● **YOUR OBJECTIVE**:
Below are some records. Pull every line that contains the word "addOns".

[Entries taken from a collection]
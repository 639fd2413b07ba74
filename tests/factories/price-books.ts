import fc from 'fast-check';
import { currencyCode, type Minor, minor } from '#domain/money/index';
import type {
  AddOn,
  Band,
  Charge,
  CourseInput,
  Discount,
  EyeWish,
  Package,
  PaymentPlan,
  PriceBook,
  TaxClass,
} from '#domain/pricing/index';
import { addDays, clinicDate } from '#domain/time/index';
import { anyPrescription } from './prescriptions.ts';

/** How many cases a property runs: TENDERLIGHT_CASES, else 1,000. */
export const CASES = Number.parseInt(process.env.TENDERLIGHT_CASES ?? '1000', 10);

const PROCEDURES = ['p1', 'p2', 'p3'];
const TODAY = clinicDate('2026-03-12');

const amount = fc.integer({ min: 0, max: 600_000 }).map(minor);
const small = fc.integer({ min: 0, max: 40_000 }).map(minor);
const tiny = fc.oneof(fc.integer({ min: 0, max: 9 }).map(minor), small);
const rateBp = fc.integer({ min: 0, max: 10_000 });
const charge: fc.Arbitrary<Charge> = fc.oneof(
  tiny.map((amountMinor) => ({ kind: 'amount' as const, amountMinor })),
  fc.integer({ min: 0, max: 3_000 }).map((rate) => ({ kind: 'rate' as const, rateBp: rate })),
);
const taxId = fc.constantFrom('exempt', 'included', 'excluded');

const taxClasses: fc.Arbitrary<readonly TaxClass[]> = fc
  .tuple(
    fc.integer({ min: 0, max: 2_700 }),
    fc.integer({ min: 0, max: 2_700 }),
    fc.constantFrom('surgery', 'quote'),
  )
  .map(([before, after, goesBy]) =>
    (['exempt', 'included', 'excluded'] as const).map((id) => ({
      id,
      label: id,
      treatment: id === 'exempt' ? ('exempt' as const) : ('taxed' as const),
      exemptionReason: id === 'exempt' ? 'care' : null,
      stated: id === 'excluded' ? ('excluded' as const) : ('included' as const),
      goesBy: goesBy as 'surgery' | 'quote',
      rates:
        id === 'exempt'
          ? []
          : [
              { from: clinicDate('2020-01-01'), rateBp: before },
              { from: clinicDate('2026-05-01'), rateBp: after },
            ],
    })),
  );

/** Bands that follow one another without a hole, each edge on either side. */
function bandsOf(
  measure: Band['measure'],
  edges: readonly [number, boolean][],
  charges: readonly Charge[],
): Band[] {
  const sorted = [...new Map(edges)].sort((a, b) => a[0] - b[0]);
  return sorted.map(([from, included], index) => {
    const next = sorted[index + 1];
    return {
      id: `${measure}-${index}`,
      label: `${measure} ${index}`,
      measure,
      procedureIds: PROCEDURES,
      fromMd: from * 250,
      fromIncluded: included,
      toMd: next ? next[0] * 250 : null,
      toIncluded: next ? !next[1] : false,
      charge: charges[index] ?? { kind: 'amount', amountMinor: minor(0) },
      requiresAddOnIds: index === 1 ? ['eye-add-on'] : [],
    };
  });
}

const edges = fc.array(fc.tuple(fc.integer({ min: 0, max: 60 }), fc.boolean()), { maxLength: 4 });
const bands = fc
  .tuple(edges, edges, fc.array(charge, { minLength: 8, maxLength: 8 }))
  .map(([meridian, cylinder, charges]) => [
    ...bandsOf('meridian', meridian, charges.slice(0, 4)),
    ...bandsOf('cylinder', cylinder, charges.slice(4)),
  ]);

function addOn(id: string, per: AddOn['per'], purpose: AddOn['purpose']): fc.Arbitrary<AddOn> {
  return fc.tuple(tiny, small, taxId).map(([priceMinor, standAloneMinor, taxClassId]) => ({
    id,
    label: id,
    per,
    purpose,
    priceMinor,
    standAloneMinor,
    taxClassId,
  }));
}

const packages: fc.Arbitrary<Package> = fc
  .tuple(
    fc.oneof(
      amount.map((amountMinor) => ({ kind: 'amount' as const, amountMinor })),
      rateBp.map((rate) => ({ kind: 'rate' as const, rateBp: rate })),
    ),
    taxId,
    fc.boolean(),
    fc.boolean(),
    fc.subarray(['eye-add-on', 'session-add-on', 'course-add-on']),
    fc.constantFrom(null, 'cover'),
  )
  .map(([price, taxClassId, withBands, aftercare, addOnIds, coverId]) => ({
    id: 'package',
    label: 'package',
    eyes: 'both' as const,
    procedureIds: PROCEDURES,
    price,
    taxClassId,
    includes: { bands: withBands, aftercare, addOnIds, coverId },
    included: [],
    notIncluded: [],
    mayCostMore: false,
  }));

const discounts: fc.Arbitrary<readonly Discount[]> = fc
  .constantFrom('everything', 'surgery', 'named')
  .map((scope) => [
    {
      id: 'rate',
      reason: 'rate',
      off: {
        kind: 'rate' as const,
        scope:
          scope === 'named'
            ? { ruleIds: ['p1', 'eye-add-on', 'cover'] }
            : (scope as 'everything' | 'surgery'),
        ownLimitBp: 1_000,
        approverLimitBp: 10_000,
      },
      stackingGroup: 'a',
      aftercare: null,
    },
    {
      id: 'amount',
      reason: 'amount',
      off: { kind: 'amount' as const, ownLimitMinor: minor(0), approverLimitMinor: minor(2_000_000) },
      stackingGroup: 'b',
      aftercare: null,
    },
  ]);

const plans: fc.Arbitrary<readonly PaymentPlan[]> = fc
  .tuple(fc.integer({ min: 1, max: 36 }), fc.boolean(), fc.integer({ min: 1, max: 3_000 }), taxId)
  .map(([instalments, takesDeposit, rate, taxClassId]) => {
    const common = { label: 'plan', instalments, takesDeposit, leastMinor: minor(0) };
    return [
      { ...common, kind: 'interest_free' as const, id: 'interest-free' },
      { ...common, kind: 'fee_bearing' as const, id: 'fee-bearing', rateBp: rate, taxClassId },
      { ...common, kind: 'lender' as const, id: 'lender', rateBp: rate },
    ];
  });

const pairs = PROCEDURES.flatMap((a, i) => PROCEDURES.slice(i).map((b) => [a, b] as const));

const rules = fc.record({
  taxClasses,
  bands,
  prices: fc.array(fc.tuple(amount, amount, taxId), { minLength: 3, maxLength: 3 }),
  secondEye: fc.array(fc.tuple(charge, charge, fc.integer({ min: 1, max: 120 })), {
    minLength: 6,
    maxLength: 6,
  }),
  followUp: fc.tuple(
    small,
    small,
    taxId,
    fc.constantFrom('course' as const, 'eye' as const),
    fc.integer({ min: 0, max: 6 }),
  ),
  cover: fc.tuple(small, small, taxId),
  addOns: fc.tuple(
    addOn('eye-add-on', 'eye', 'surgery'),
    addOn('session-add-on', 'session', 'service'),
    addOn('course-add-on', 'course', 'goods'),
    addOn('assessment', 'course', 'assessment'),
  ),
  package: packages,
  discounts,
  listRate: rateBp,
  deposit: fc.tuple(charge, fc.option(small), fc.option(amount)),
  plans,
  rungs: fc.tuple(charge, charge, charge, charge),
  days: fc.tuple(fc.integer({ min: 0, max: 30 }), fc.integer({ min: 0, max: 30 })),
});

/** Any sound book: currencies of 0, 2 and 3 decimals, all tax modes, bands that leave no hole, every kind of rule. */
export const anyPriceBook: fc.Arbitrary<PriceBook> = fc
  .tuple(fc.constantFrom('JPY', 'EUR', 'KWD'), fc.constantFrom('A' as const, 'B' as const), rules)
  .map(([currency, allocationPolicy, r]) => {
    const [depositCharge, floorMinor, ceilingMinor] = r.deposit;
    const [far, near, noShow, fee] = r.rungs;
    const [followPrice, followAlone, followTax, per, visits] = r.followUp;
    const [coverPrice, coverAlone, coverTax] = r.cover;
    return {
      id: 'book',
      version: 1,
      inForceFrom: clinicDate('2026-01-01'),
      currency: currencyCode(currency),
      taxClasses: r.taxClasses,
      procedures: PROCEDURES.map((id, index) => {
        const [priceMinor, standAloneMinor, taxClassId] = at(r.prices, index);
        return {
          id,
          label: id,
          priceMinor,
          standAloneMinor,
          taxClassId,
          followUpId: index === 2 ? null : 'visits',
        };
      }),
      bands: r.bands,
      secondEye: pairs.map(([a, b], index) => {
        const [same, staged, withinDays] = at(r.secondEye, index);
        return {
          id: `second-${a}-${b}`,
          label: `${a} ${b}`,
          procedureIds: [a, b],
          sameSession: same,
          staged: { withinDays, off: staged },
          ifNever: { kind: 'first_eye_keeps_its_price' },
        };
      }),
      followUps: [
        {
          id: 'visits',
          label: 'visits',
          per,
          priceMinor: followPrice,
          standAloneMinor: followAlone,
          taxClassId: followTax,
          visits: Array.from({ length: visits }, (_, k) => ({ label: `v${k}`, afterDays: k, windowDays: 1 })),
        },
      ],
      covers: [
        {
          id: 'cover',
          label: 'cover',
          months: 24,
          earliestMonth: 3,
          countPerEye: 1,
          thresholdMd: 500,
          thresholdOf: 'either',
          examinationEveryMonths: 12,
          priceMinor: coverPrice,
          standAloneMinor: coverAlone,
          taxClassId: coverTax,
          priceOutOfCoverMinor: minor(90_000),
          carriesDiscount: true,
        },
      ],
      addOns: r.addOns,
      packages: [r.package],
      priceLists: [
        {
          id: 'list',
          label: 'list',
          evidence: null,
          rule: { kind: 'rate', rateBp: r.listRate, scope: 'everything' },
          combinesWithDiscounts: true,
        },
      ],
      discounts: r.discounts,
      deposit: { id: 'deposit', charge: depositCharge, floorMinor, ceilingMinor },
      balanceDueDays: r.days[0],
      paymentPlans: r.plans,
      cancellation: {
        id: 'ladder',
        reflectionDays: r.days[1],
        rungs: [
          { id: 'far', minDaysBefore: 14, kept: far },
          { id: 'near', minDaysBefore: 1, kept: near },
        ],
        noShow,
        reschedule: { freeMoves: 1, fee },
      },
      validityDays: 30,
      allocationPolicy,
      notIncluded: [],
    };
  });

function at<Item>(items: readonly Item[], index: number): Item {
  const item = items[index];
  if (item === undefined) throw new RangeError(`No item ${index}`);
  return item;
}

const eyeWish: fc.Arbitrary<EyeWish> = fc.record({
  procedureId: fc.constantFrom(...PROCEDURES),
  prescription: anyPrescription,
  coverId: fc.constantFrom(null, 'cover'),
});

const surgery: fc.Arbitrary<CourseInput['surgery']> = fc.oneof(
  fc.option(fc.integer({ min: 0, max: 90 })).map((days) => ({
    plan: 'same_session' as const,
    on: days === null ? null : addDays(TODAY, days),
  })),
  fc.tuple(fc.integer({ min: 0, max: 90 }), fc.integer({ min: 0, max: 90 })).map(([OD, OS]) => ({
    plan: 'staged' as const,
    on: { OD: addDays(TODAY, OD), OS: addDays(TODAY, OS) },
  })),
);

const wishes = fc.record({
  eyes: fc.oneof(
    { weight: 4, arbitrary: fc.record({ OD: eyeWish, OS: eyeWish }) },
    { weight: 1, arbitrary: fc.record({ OD: eyeWish, OS: fc.constant(null) }) },
    { weight: 1, arbitrary: fc.record({ OD: fc.constant(null), OS: eyeWish }) },
  ),
  surgery,
  addOns: fc.record({
    OD: fc.boolean(),
    OS: fc.boolean(),
    both: fc.subarray(['session-add-on', 'course-add-on', 'assessment']),
  }),
  takesPackage: fc.boolean(),
  listed: fc.boolean(),
  rate: fc.option(fc.integer({ min: 1, max: 10_000 })),
  amount: fc.option(fc.integer({ min: 1, max: 2_000_000 }).map(minor)),
  paymentPlanId: fc.constantFrom(null, 'interest-free', 'fee-bearing', 'lender'),
});

/** Anything that can be asked of `anyPriceBook`. */
export const anyCourse: fc.Arbitrary<CourseInput> = wishes.map((w) => ({
  quotedOn: TODAY,
  acceptedOn: null,
  priceListId: w.listed ? 'list' : null,
  eyes: w.eyes,
  surgery: w.surgery,
  approvedPlan: null,
  addOns: [
    ...(w.addOns.OD && w.eyes.OD ? [{ addOnId: 'eye-add-on', laterality: 'OD' as const }] : []),
    ...(w.addOns.OS && w.eyes.OS ? [{ addOnId: 'eye-add-on', laterality: 'OS' as const }] : []),
    ...w.addOns.both.map((addOnId) => ({ addOnId, laterality: 'OU' as const })),
  ],
  packageId: w.takesPackage && w.eyes.OD && w.eyes.OS ? 'package' : null,
  discounts: [
    ...discountWish('rate', w.rate === null ? null : { kind: 'rate', rateBp: w.rate }),
    ...discountWish('amount', w.amount === null ? null : { kind: 'amount', amountMinor: w.amount }),
  ],
  paymentPlanId: w.paymentPlanId,
}));

function discountWish(
  discountId: string,
  off: { kind: 'rate'; rateBp: number } | { kind: 'amount'; amountMinor: Minor } | null,
): CourseInput['discounts'] {
  return off === null ? [] : [{ discountId, off }];
}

● **RESULT OF THE EXERCISE**:
  addOns: fc.tuple(
      addOns: r.addOns,
  addOns: fc.record({
  addOns: [
    ...(w.addOns.OD && w.eyes.OD ? [{ addOnId: 'eye-add-on', laterality: 'OD' as const }] : []),
    ...(w.addOns.OS && w.eyes.OS ? [{ addOnId: 'eye-add-on', laterality: 'OS' as const }] : []),
    ...w.addOns.both.map((addOnId) => ({ addOnId, laterality: 'OU' as const })),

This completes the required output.